(Dataset entries)

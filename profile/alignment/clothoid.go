package alignment

import "math"

// spiral is a clothoid from infinite radius to R over its length: the angle it
// turns by, the coordinates of its end along and square to the tangent, the
// shift of the arc and the abscissa of the shifted centre. Metres, radians.
type spiral struct{ angle, x, y, shift, abscissa float64 }

func spiralAt(length, radius float64) spiral {
	if length <= 0 {
		return spiral{}
	}
	s := spiral{angle: length / (2 * radius)}
	s.x, s.y = run(0, 0, 1/(radius*length), length)
	sin, cos := math.Sincos(s.angle)
	s.shift = s.y - radius*(1-cos)
	s.abscissa = s.x - radius*sin
	return s
}

// The nodes and weights of Gauss–Legendre quadrature with 10 points on [−1, 1]
// (M. Abramowitz, I. A. Stegun, Handbook of Mathematical Functions, table 25.4),
// positive half.
func nodes() ([5]float64, [5]float64) {
	return [5]float64{0.148874338981631211, 0.433395394129247191, 0.679409568299024406, 0.865063366688984511, 0.973906528517171720},
		[5]float64{0.295524224714752870, 0.269266719309996355, 0.219086362515982044, 0.149451349150580593, 0.066671344308688138}
}

// panelAngle is the greatest change of direction in radians that one panel of
// the quadrature takes. With ten points the error of a panel is below
// L·(angle)^20/20!/10^9, so 0.75 rad leaves nothing of double precision.
const panelAngle = 0.75

// run integrates a curve whose direction starts at azimuth az with curvature k
// that grows by c per metre: it returns how far it gets, along the direction
// north and east in the frame where az is measured from the first axis.
func run(az, k, c, l float64) (x, y float64) {
	turned := math.Max(math.Abs(k*l), math.Abs(k*l+c*l*l)) + math.Abs(c*l*l/2)
	n := int(math.Ceil(turned/panelAngle)) + 1
	at, wt := nodes()
	h := l / float64(2*n)
	for i := range n {
		mid := h * float64(2*i+1)
		for j := range at {
			for _, u := range [2]float64{mid - h*at[j], mid + h*at[j]} {
				sin, cos := math.Sincos(az + k*u + c/2*u*u)
				x += wt[j] * cos
				y += wt[j] * sin
			}
		}
	}
	return x * h, y * h
}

(WHAT THIS TASK INVOLVES) In the entries above, find the line holding "centre. Metres, radians." and the line holding "s.abscissa = s.x - radius*sin", then retype exactly those two lines and every line between them, and nothing else.

(RESULT OF THIS TASK)
// shift of the arc and the abscissa of the shifted centre. Metres, radians.
type spiral struct{ angle, x, y, shift, abscissa float64 }

func spiralAt(length, radius float64) spiral {
	if length <= 0 {
		return spiral{}
	}
	s := spiral{angle: length / (2 * radius)}
	s.x, s.y = run(0, 0, 1/(radius*length), length)
	sin, cos := math.Sincos(s.angle)
	s.shift = s.y - radius*(1-cos)
	s.abscissa = s.x - radius*sin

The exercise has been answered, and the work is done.